# [Aim of the task]
Give the number of lines in the listing that hold the word "muted". Write nothing but that number.

# [Record extracts]
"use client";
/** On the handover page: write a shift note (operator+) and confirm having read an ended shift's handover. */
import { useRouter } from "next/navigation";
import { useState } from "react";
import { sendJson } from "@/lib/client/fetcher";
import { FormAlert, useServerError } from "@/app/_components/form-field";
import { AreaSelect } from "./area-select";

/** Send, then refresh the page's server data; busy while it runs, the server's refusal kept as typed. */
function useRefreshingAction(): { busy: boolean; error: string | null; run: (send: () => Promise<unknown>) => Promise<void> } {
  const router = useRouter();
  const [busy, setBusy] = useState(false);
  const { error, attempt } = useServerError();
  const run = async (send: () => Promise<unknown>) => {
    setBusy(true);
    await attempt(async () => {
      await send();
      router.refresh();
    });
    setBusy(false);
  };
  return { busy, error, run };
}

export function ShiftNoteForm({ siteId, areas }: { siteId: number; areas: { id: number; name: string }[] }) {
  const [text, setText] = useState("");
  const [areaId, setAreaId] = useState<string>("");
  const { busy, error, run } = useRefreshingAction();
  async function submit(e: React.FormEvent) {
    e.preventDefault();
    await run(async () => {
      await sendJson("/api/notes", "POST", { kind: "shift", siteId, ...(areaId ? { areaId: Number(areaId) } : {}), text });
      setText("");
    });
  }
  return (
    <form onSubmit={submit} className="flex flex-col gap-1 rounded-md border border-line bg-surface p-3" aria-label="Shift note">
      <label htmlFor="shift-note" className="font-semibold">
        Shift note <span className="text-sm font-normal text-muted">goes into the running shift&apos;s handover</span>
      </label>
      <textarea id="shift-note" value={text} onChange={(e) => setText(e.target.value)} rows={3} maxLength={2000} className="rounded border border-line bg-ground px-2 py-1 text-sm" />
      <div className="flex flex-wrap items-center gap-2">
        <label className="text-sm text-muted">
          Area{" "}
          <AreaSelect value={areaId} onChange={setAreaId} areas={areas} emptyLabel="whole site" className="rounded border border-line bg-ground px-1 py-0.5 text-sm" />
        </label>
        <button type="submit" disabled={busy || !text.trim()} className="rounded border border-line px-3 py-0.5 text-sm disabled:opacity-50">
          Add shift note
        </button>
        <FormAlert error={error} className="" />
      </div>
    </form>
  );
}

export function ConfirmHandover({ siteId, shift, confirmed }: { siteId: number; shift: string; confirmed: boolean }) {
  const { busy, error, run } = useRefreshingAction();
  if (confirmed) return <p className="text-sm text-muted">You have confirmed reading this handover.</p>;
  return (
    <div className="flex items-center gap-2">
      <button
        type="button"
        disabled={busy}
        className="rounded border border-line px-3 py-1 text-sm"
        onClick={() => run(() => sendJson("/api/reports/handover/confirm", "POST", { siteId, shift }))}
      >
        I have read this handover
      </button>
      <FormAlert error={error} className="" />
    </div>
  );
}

# [Response]
3